The odds weren’t fair. They rarely are when it’s six on one, with
the bigger team enjoying home-field advantage in a windowless,
concrete room.
Last March 29, Steve Bierfeldt was surrounded by TSA agents and
police in the Lambert-St. Louis International Airport. He had
just spent a long weekend shaking hands and schmoozing sponsors
at the Campaign for Liberty regional conference, an offshoot of
the movement spawned by Ron Paul’s 2008 Republican presidential
campaign. Bierfeldt just wanted to get back home to Virginia.
Air travel is as much ritual as function these days. You stand in
line. Take off your belt, your shoes, your bulky outer garments.
You cram shampoos and mouthwashes into three-ounce containers and
then stuff those into clear plastic baggies. You herd yourself
through stalls and past checkpoints. Bags get pulled aside,
searched, and the occasional personal manicure set or contraband
bottle of water is thrown into the trash.
When Bierfeldt’s bag was flagged for search he figured it was
simply one of those routine inconveniences of modern America.
It’s not like he was carrying anything illegal. He had a
computer, some bumper stickers, brochures, and a box filled with
$4,700 in cash he’d raised in his role as the Campaign for
Liberty’s director of development.
“I know there are some regulations regarding the number 10,000,
and I thought as long as I was under $10,000 I was legal,”
Bierfeldt said. “For now it’s still legal to carry cash.” But it
was the cold, hard cash and additional checks that caught the
TSA’s attention. And that’s when the questions started.
“Why do you have all this money?”
“Where did it come from?”
“Who do you work for?”
Politely, Bierfeldt asked if the law forced him to answer the
questions. When the answer was yes, he provided the required
information. When the officers wouldn’t or couldn’t answer, he
declined, citing his legal right to privacy. That didn’t satisfy
the TSA agent, who dragged him into a closet-sized questioning
cell.
“Anyone who knows anything about law enforcement knows you don’t
say anything to the police when they start questioning you about
your actions,” Bierfeldt said. He didn’t have anything to hide
and he hadn’t done anything illegal, but Bierfeldt didn’t want to
give the authorities any information that could appear
incriminating. Not in Missouri.
In March, an internal document surfaced from the Missouri
Information Analysis Center (MIAC) titled “The Modern Militia
Movement.” The MIAC report identified potential domestic
terrorists as tax resistors, anti-immigration activists, and
anti-abortion advocates. It specifically singled out support for
former presidential candidates Ron Paul, Bob Barr, Chuck Baldwin,
or the Constitution and Libertarian parties, along with anti-tax
bumper stickers, as common militia symbols.

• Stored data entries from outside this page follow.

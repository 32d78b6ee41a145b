"""The designer's own figures beside hand and exact, and what is behind those that are off."""

from __future__ import annotations

from tauledger.record import PaperFigure, Review
from tauledger.report.layout import Block, Prose, Row, Section, Table
from tauledger.report.wording import move, number, retitled, symbol

AGREES = 0.02


def own_page(review: Review) -> Section:
    """Give each figure of the page beside hand and exact; below, a sentence for each that is off by more than 2 %."""
    if not review.paper:
        return Section(())
    rows = tuple(
        Row(
            (
                retitled(figure_title(figure), review.parts),
                number(figure.yours, figure.unit),
                number(figure.hand, figure.unit),
                number(figure.exact, figure.unit),
                move(figure.off),
            )
        )
        for figure in review.paper
    )
    blocks: list[Block] = [Table("lrrrr", ("YOUR PAGE", "yours", "hand", "exact", "off by"), rows)]
    for figure in review.paper:
        if figure.off is None or abs(figure.off) > AGREES:
            says = retitled(figure.says, review.parts)
            blocks.append(Prose(f"{retitled(figure_title(figure), review.parts)}: {says}.", lead="  ", hang=4))
    return Section(tuple(blocks), major=True)


def figure_title(figure: PaperFigure) -> str:
    """Name a figure of the page as the trade does: "C_μ of Q1"."""
    key, of, device = figure.title.partition(" of ")
    return f"{symbol(key)}{of}{device}" if figure.key == key else figure.title
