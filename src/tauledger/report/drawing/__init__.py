"""Equivalent circuits as SVG: symbols after IEC 60617, and one drawing per stage with values at every element."""
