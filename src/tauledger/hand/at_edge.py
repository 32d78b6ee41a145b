"""Miller's factor at the band edge: 1 − K(jω), complex, where the gain has begun to fall and to turn."""

from __future__ import annotations

from collections.abc import Mapping, Sequence

import numpy as np

from tauledger.circuit import GROUND
from tauledger.errors import NetworkError
from tauledger.hand.estimate import SignalNode
from tauledger.hand.halves import images
from tauledger.network.bands import Bands
from tauledger.network.solve import admittance


def edge_factors(bands: Bands, nodes: Sequence[SignalNode], hz: float) -> Mapping[tuple[str, str], complex]:
    """Give 1 − K at `hz` by (node of the upper network, part), K = Z_ji/Z_ii driven from that node alone.

    In a half circuit the image is driven the other way. Capacitances to AC ground have no entry.
    Raises NetworkError where the upper network has no unique solution at `hz`.
    """
    network, opposite = bands.upper, images(nodes)
    try:
        z = np.linalg.inv(admittance(network, np.array([2j * np.pi * hz]))[0])
    except np.linalg.LinAlgError as error:
        raise NetworkError(f"the upper network has no unique solution at {hz:g} Hz") from error
    found: dict[tuple[str, str], complex] = {}
    for line in (line for node in nodes for line in node.lines):
        i = network.index(line.at)
        column = z[:, i]
        if line.at in opposite:
            column = column - z[:, network.index(opposite[line.at])]
        for term in line.capacitances:
            ends = {bands.merged[end] for end in bands.network.part(term.part).nodes} - {line.at, GROUND}
            if len(ends) == 1 and column[i]:
                found[line.at, term.part] = complex(1.0 - column[network.index(ends.pop())] / column[i])
    return found
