"""What a report is made of: paragraphs, pictures, lists and tables, gathered into sections."""

from __future__ import annotations

from typing import Literal

from msgspec import Struct

from tauledger.report.tables.grid import Grid
from tauledger.report.tables.working import Lines

FigureName = Literal["time", "shares", "way", "bode", "stages", "plane", "loop", "impedance"]


class Prose(Struct, frozen=True):
    """A paragraph."""

    text: str


class Picture(Struct, frozen=True):
    """A figure: which one, and its caption."""

    name: FigureName
    caption: str


class Item(Struct, frozen=True):
    """One cause, note or caution: what leads it ("f_H −25 %"), the sentences."""

    lead: str
    text: str


class Items(Struct, frozen=True):
    """A list of causes, notes or cautions."""

    items: tuple[Item, ...]


class Folded(Struct, frozen=True):
    """Something a reader opens: its title, and what is in it."""

    title: str
    blocks: tuple[Prose | Lines | Grid, ...]


Block = Prose | Picture | Items | Folded | Grid


class Section(Struct, frozen=True):
    """One section; terms: those that first come up here, by name."""

    key: str
    title: str
    blocks: tuple[Block, ...]
    terms: tuple[str, ...] = ()
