"""What it takes: every change that is said to reach a figure is made in the netlist, and ngspice agrees."""

from __future__ import annotations

from pathlib import Path

import numpy as np
import pytest
from msgspec.structs import replace

from boards import source_follower
from cells import near
from compensated import TwoStages, network_of
from tauledger.answers.answer import Subject
from tauledger.answers.wants import want_facts
from tauledger.asked import Asked, Want
from tauledger.circuit import NO_CHANGE, Change
from tauledger.engine.client import Engine
from tauledger.errors import InputError
from tauledger.explain import NOTHING
from tauledger.netlist import read
from tauledger.pipeline import review, review_network, solve
from tauledger.record import Remedy, Review, WantFacts
from tauledger.report.terminal import render

FIXTURES = Path(__file__).parents[2] / "fixtures"
SERVO = FIXTURES / "servo_gain.cir"
PREAMP = FIXTURES / "echo_preamp.cir"


def wanting(*wants: Want) -> Asked:
    return Asked(wants=wants)


@pytest.fixture(scope="module")
def servo(engine: Engine) -> Review:
    asked = wanting(Want("margin", 60.0), Want("gain_margin", 5.0), Want("f_u", 30e6))
    return review(SERVO, engine=engine, asked=asked)


@pytest.fixture(scope="module")
def preamp(engine: Engine) -> Review:
    return review(PREAMP, engine=engine, asked=wanting(Want("f_h", 1e6), Want("f_l", 700.0)))


def want_of(found: Review, quantity: str) -> WantFacts:
    return next(one for one in found.wants if one.quantity == quantity)


def names(one: Remedy) -> tuple[str, ...]:
    return tuple(change.name for change in one.changes)


def remedy(found: Review, quantity: str, *changed: str) -> Remedy:
    return next(one for one in want_of(found, quantity).remedies if names(one) == changed)


def test_what_reaches_the_margin_comes_first_and_does_so_exactly(servo: Review) -> None:
    want = want_of(servo, "margin")
    assert not want.met
    assert want.now == pytest.approx(servo.f_unity.phase_margin_exact_deg if servo.f_unity else 0.0, abs=1e-9)
    assert [one.reaches for one in want.remedies] == sorted((one.reaches for one in want.remedies), reverse=True)
    reached = [one for one in want.remedies if one.reaches]
    assert {names(one) for one in reached} == {("CC",), ("RZ",), ("RZ", "CC"), ("CL",), ("M6.gm",)}
    assert [one.phase_margin_deg for one in reached] == pytest.approx([60.0] * len(reached), abs=1e-4)


def test_ngspice_was_run_for_every_change_of_cards(servo: Review, preamp: Review) -> None:
    for want in (*servo.wants, *preamp.wants):
        for one in want.remedies:
            if one.moves_bias:
                assert one.simulated_figure is None
                assert one.says
            else:
                assert one.simulated_figure == near(one.figure, rel=1e-6)


@pytest.mark.parametrize("card", ["CC", "CL"])
def test_the_netlist_with_the_card_changed_has_the_margin(servo: Review, engine: Engine, card: str) -> None:
    value = remedy(servo, "margin", card).changes[0].value
    changed = review(SERVO, engine=engine, change=Change(elements=((card, value),)))
    assert changed.f_unity is not None
    assert changed.f_unity.phase_margin_deg == pytest.approx(60.0, abs=1e-3)


def test_the_netlist_with_a_resistor_at_one_over_gm_in_series_has_the_margin(
    servo: Review, engine: Engine, tmp_path: Path
) -> None:
    both = remedy(servo, "margin", "RZ", "CC")
    series, capacitor = both.changes
    gm = next(
        figure.value
        for device in servo.devices
        if device.name == "M6"
        for figure in device.figures
        if figure.symbol == "gm"
    )
    assert series.value == near(1.0 / gm, rel=0.01)
    assert (series.new, series.beside, series.before) == (True, "CC", None)
    text = SERVO.read_text()
    assert text.count("CC y out 2.2p") == 1
    board = tmp_path / "nulled.cir"
    board.write_text(text.replace("CC y out 2.2p", f"RZ y z {series.value!r}\nCC z out {capacitor.value!r}"))
    changed = review(board, engine=engine)
    assert changed.f_unity is not None
    assert changed.f_unity.phase_margin_deg == pytest.approx(60.0, abs=1e-3)
    assert changed.f_unity.simulated_hz == near(both.f_unity_hz, rel=1e-3)


def test_a_resistor_above_one_over_gm_does_what_one_over_gm_does_not(
    servo: Review, engine: Engine, tmp_path: Path
) -> None:
    (series,) = remedy(servo, "margin", "RZ").changes
    assert series.over_gm is not None
    assert 1.0 < series.over_gm < 10.0
    board = tmp_path / "nulled.cir"
    board.write_text(SERVO.read_text().replace("CC y out 2.2p", f"RZ y z {series.value!r}\nCC z out 2.2p"))
    changed = review(board, engine=engine)
    assert changed.f_unity is not None
    assert changed.f_unity.phase_margin_deg == pytest.approx(60.0, abs=1e-3)


def test_the_slope_alone_is_not_enough_and_is_told_beside(servo: Review) -> None:
    change = remedy(servo, "margin", "CC").changes[0]
    assert change.first_order is not None
    assert change.first_order < 0.9 * change.value


def test_what_is_met_needs_nothing_and_says_what_is_to_spare(servo: Review) -> None:
    want = want_of(servo, "gain_margin")
    assert want.met
    assert want.remedies == ()
    assert want.now is not None
    assert want.slack == pytest.approx(want.now - 5.0, abs=1e-12)


def test_unity_gain_frequency_is_reached_by_the_compensation_and_by_ngspice(servo: Review, engine: Engine) -> None:
    value = remedy(servo, "f_u", "CC").changes[0].value
    changed = review(SERVO, engine=engine, change=Change(elements=(("CC", value),)))
    assert changed.f_unity is not None
    assert changed.f_unity.simulated_hz == near(30e6, rel=1e-4)


def test_band_edges_of_the_changed_netlist_are_those_wanted(preamp: Review, engine: Engine) -> None:
    high, low = want_of(preamp, "f_h"), want_of(preamp, "f_l")
    for want in (high, low):
        one = next(one for one in want.remedies if one.reaches and not one.moves_bias)
        (change,) = one.changes
        changed = review(PREAMP, engine=engine, change=Change(elements=((change.name, change.value),)))
        edge = changed.f_high if want.quantity == "f_h" else changed.f_low
        assert edge is not None
        assert edge.simulated_hz == near(want.wanted, rel=1e-3)


def test_what_cannot_reach_it_says_so_with_the_best_that_it_brings(preamp: Review) -> None:
    short = [one for one in want_of(preamp, "f_l").remedies if not one.reaches]
    assert short
    now = want_of(preamp, "f_l").now
    assert now is not None
    assert all(one.figure is not None and 700.0 < one.figure < now for one in short)


def test_afterwards_the_engine_holds_the_unchanged_circuit(engine: Engine) -> None:
    numbers = solve(read(SERVO), NO_CHANGE, engine)
    at = np.array([1e3, 1e6, 2e7])
    before = engine.sweep(at).response
    review(SERVO, engine=engine, asked=wanting(Want("margin", 40.0)))
    assert engine.sweep(at).response == near(before, rel=1e-12)
    assert numbers.circuit is not None


def test_a_network_alone_is_worked_out_by_algebra() -> None:
    want = want_of(review_network(network_of(TwoStages(gm_1=0.6e-3)), asked=wanting(Want("margin", 60.0))), "margin")
    assert not want.met
    one = next(one for one in want.remedies if names(one) == ("K7",))
    assert one.reaches
    assert one.simulated_figure is None
    change = one.changes[0]
    again = review_network(network_of(TwoStages(gm_1=0.6e-3, c_c=change.value)))
    assert again.f_unity is not None
    assert again.f_unity.phase_margin_exact_deg == pytest.approx(60.0, abs=1e-4)


def test_an_existing_nulling_resistor_is_given_another_value() -> None:
    one = TwoStages(gm_1=0.6e-3, r_z=200.0)
    want = want_of(review_network(network_of(one), asked=wanting(Want("margin", 60.0))), "margin")
    assert ("K8",) in {names(found) for found in want.remedies}
    assert all(not change.new for found in want.remedies for change in found.changes)


def test_halves_of_a_balanced_circuit_are_changed_together(engine: Engine) -> None:
    found = review(FIXTURES / "pair.cir", engine=engine, asked=wanting(Want("f_h", 3e6)))
    together = [one for one in want_of(found, "f_h").remedies if set(names(one)) == {"CLN", "CLP"}]
    assert len(together) == 1
    assert together[0].reaches
    assert together[0].simulated_figure == near(3e6, rel=1e-6)


def test_a_stage_without_compensation_is_given_one_and_the_netlist_has_the_margin(
    engine: Engine, tmp_path: Path
) -> None:
    """Two common-emitter stages at −52°: no value of a card there reaches 45°, a capacitor across the second does."""
    board = FIXTURES / "gain_pair.cir"
    found = review(board, engine=engine, asked=wanting(Want("margin", 45.0)))
    (one,) = [one for one in want_of(found, "margin").remedies if one.reaches]
    (change,) = one.changes
    assert (change.new, change.before, change.beside, change.unit) == (True, None, "out to c1", "F")
    assert one.simulated_figure == pytest.approx(45.0, abs=1e-3)
    text = board.read_text()
    assert text.count("\nCL ") == 1
    compensated = tmp_path / "compensated.cir"
    compensated.write_text(text.replace("\nCL ", f"\nCX out c1 {change.value!r}\nCL "))
    changed = review(compensated, engine=engine)
    assert changed.f_unity is not None
    assert changed.f_unity.phase_margin_deg == pytest.approx(45.0, abs=1e-3)


def test_a_compensation_inside_a_subcircuit_is_changed_and_run_too(engine: Engine, tmp_path: Path) -> None:
    board = tmp_path / "block.cir"
    board.write_text(
        """River-level gauge, gain block as a subcircuit
VIN in 0 AC 1
RG in 0 1meg
X1 in out block
CL out 0 5p
.subckt block a b
G1 x 0 a 0 0.6m
R1 x 0 100k
C1 x 0 1p
G2 b 0 x 0 3m
R2 b 0 50k
CC x b 2p
.ends
.print ac v(out)
.end
"""
    )
    found = review(board, engine=engine, fold=("none",), asked=wanting(Want("margin", 60.0)))
    want = want_of(found, "margin")
    reached = {names(one): one.simulated_figure for one in want.remedies if one.reaches}
    assert reached[("X1.CC",)] == pytest.approx(60.0, abs=1e-3)
    assert reached[("RZ", "X1.CC")] == pytest.approx(60.0, abs=1e-3)


def test_where_the_network_is_not_trusted_nothing_is_worked_out(engine: Engine) -> None:
    netlist = read(SERVO)
    numbers = solve(netlist, NO_CHANGE, engine)
    assert numbers.agreement is not None
    off = replace(numbers, agreement=replace(numbers.agreement, max_relative_error=0.5))
    found = review_network(network_of(TwoStages()))
    (facts,) = want_facts(found, Subject(off, NOTHING), (Want("margin", 60.0),))
    assert (facts.now, facts.met, facts.remedies) == (None, False, ())
    assert "not the simulated circuit" in facts.says


@pytest.mark.parametrize(("quantity", "reason"), [("margin", "fall"), ("f_u", "fall"), ("gain_margin", "fall")])
def test_a_figure_that_the_circuit_does_not_have_is_refused(quantity: str, reason: str) -> None:
    with pytest.raises(InputError, match=reason):
        review_network(source_follower(), asked=wanting(Want(quantity, 50.0)))  # type: ignore[arg-type]


def test_a_response_without_an_end_meets_any_band_edge() -> None:
    found = review_network(network_of(TwoStages()), asked=wanting(Want("f_l", 10.0)))
    want = want_of(found, "f_l")
    assert want.met
    assert want.now is None or want.now == 0.0


def test_the_page_of_a_real_review_keeps_to_80_columns(servo: Review, preamp: Review) -> None:
    for found in (servo, preamp):
        text = render(found, color=False, unicode=True).splitlines()
        assert sum("WHAT IT TAKES" in line for line in text) == sum(bool(want.remedies) for want in found.wants)
        assert max(len(line) for line in text) <= 80
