"""The tables of a review as one CSV file after RFC 4180: one number or text a line, plain SI numbers.

Every line has five fields: table, name, quantity, value, unit. Tables and quantities are called as in the JSON document
("nodes", "resistance_hand_ohm"); what lies deeper has its way written with points and slashes ("share.f_high"; name
"b/Q1.c_mu" for a capacitance at node b). An empty value means that there is none. The curves are left to JSON.
"""

from __future__ import annotations

import csv
import io
from collections.abc import Iterator
from typing import Any

import msgspec

from tauledger.record import Review

HEADER = ("table", "name", "quantity", "value", "unit")
LEFT_OUT = ("curves", "miller", "loop_curves")
UNITS = {
    "hz": "Hz", "s": "s", "ohm": "ohm", "f": "F", "farad": "F", "db": "dB", "deg": "degree", "c": "degree Celsius",
    "a": "A", "v": "V", "henry": "H", "siemens": "S",
}  # fmt: skip
PER_FARAD = "Hz/F"
VOLT_PER_SECOND = ("v_per_s", "V/s")
# What tells the rows of a table apart; rows without any of these are counted.
IDENTITY = (
    "loop",
    "edge",
    "method",
    "step",
    "name",
    "source",
    "node",
    "part",
    "symbol",
    "cause",
    "note",
    "file",
    "line",
)
# A spreadsheet takes a cell that begins so for a formula.
FORMULA = ("=", "+", "-", "@", "\t", "\r")


def to_csv(review: Review) -> bytes:
    """Give the tables of a review as CSV in UTF-8; equal reviews give equal bytes.

    A text that a spreadsheet would take for a formula has an apostrophe before it.
    """
    page = io.StringIO()
    writer = csv.writer(page, lineterminator="\r\n")
    writer.writerow(HEADER)
    for table, content in msgspec.to_builtins(review).items():
        if table not in LEFT_OUT:
            writer.writerows(_rows(table, "", content))
    return page.getvalue().encode(errors="backslashreplace")


def _rows(table: str, name: str, content: Any) -> Iterator[tuple[str, ...]]:
    if isinstance(content, dict):
        for quantity, value in _quantities("", content):
            if isinstance(value, list | tuple):
                yield from _list(table, name, quantity, value)
            else:
                yield (table, _safe(name), quantity, _text(value), _unit(quantity, value))
    elif isinstance(content, list | tuple):
        yield from _list(table, name, "", content)
    else:
        yield (table, _safe(name), table, _text(content), _unit(table, content))


def _list(table: str, name: str, quantity: str, entries: Any) -> Iterator[tuple[str, ...]]:
    """Give rows of records one by one, and a list of words as one text."""
    if not entries:
        return
    if not isinstance(entries[0], dict):
        yield (table, _safe(name), quantity or table, _text("; ".join(map(str, entries))), "")
        return
    for k, entry in enumerate(entries, start=1):
        own = "/".join(str(entry[key]) for key in IDENTITY if entry.get(key) not in (None, "")) or str(k)
        below = f"{table}.{quantity}" if quantity else table
        yield from _rows(below, f"{name}/{own}" if name else own, entry)


def _quantities(before: str, content: dict[str, Any]) -> Iterator[tuple[str, Any]]:
    for key, value in content.items():
        quantity = f"{before}.{key}" if before else key
        if isinstance(value, dict):
            yield from _quantities(quantity, value)
        else:
            yield quantity, value


def _text(value: Any) -> str:
    if value is None:
        return ""
    if isinstance(value, bool):
        return "true" if value else "false"
    if isinstance(value, float | int):
        return repr(value)
    return _safe(str(value))


def _safe(text: str) -> str:
    return f"'{text}" if text.startswith(FORMULA) else text


def _unit(quantity: str, value: Any) -> str:
    if isinstance(value, bool) or not isinstance(value, float | int):
        return ""
    if quantity.startswith("per_farad"):
        return PER_FARAD
    if quantity.endswith(VOLT_PER_SECOND[0]):
        return VOLT_PER_SECOND[1]
    last = quantity.rsplit("_", 1)[-1]
    # a single letter is a unit only behind a name
    return UNITS.get(last, "") if len(last) > 1 or last != quantity else ""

The Campaign for
Liberty was mentioned by name.
An open letter from Barr, Baldwin, and Paul forced an apology
from Governor Jay Nixon, but the report had already been
distributed to Missouri law enforcement. Bierfeldt’s options were
simple: either risk falsely indicting himself as a potential
terrorist or demur from voluntarily offering the authorities his
private information. He chose to exercise his Constitutional
right to shut up.
“Some people will say if you don’t have anything to hide, just
submit to government,” Bierfeldt said. “Well, I don’t trust the
government with everything. The Bill of Rights protects the
innocent from government abuse, so I don’t think I should submit
to them unless I have to.”
The officers started out about as nice and polite as any
policemen who suspect you are drug smuggler or some other kind of
criminal could be. Bierfeldt tried to return the favor. He gave
the officers his driver’s license, and they already had his
property and boarding pass. But they just wouldn’t answer that
one question: Does the law compel me to answer your questions?
A little over four minutes into their back and forth, the
officers lost their patience. Although his background check came
in clean, and he was only suspected of legally carrying a large
sum of cash, a team of police officers and TSA agents questioned
Bierfeldt and tried to scare him. They invoked the ominous
alphabet soup of DEA and FBI. They threatened to cuff him and
take him downtown.
Some digital sleight of hand caught the whole encounter on tape.
As he was pulled into the questioning cell Bierfeldt tapped the
screen of his iPhone, activating its recently downloaded voice
recorder. You can hear the officers get angry. They ask him if he
is from this planet and advise him to say what they want to hear
if he has nothing to hide. Eventually a plain-clothed agent
walked in on the interrogation. Within minutes he examined the
cash box and campaign literature, and immediately released
Bierfeldt.
The rest of the trip was easy. The TSA agents grudgingly let him
through security. Bierfeldt kept his cash box and his Fourth and
Fifth Amendment rights. He even made his flight.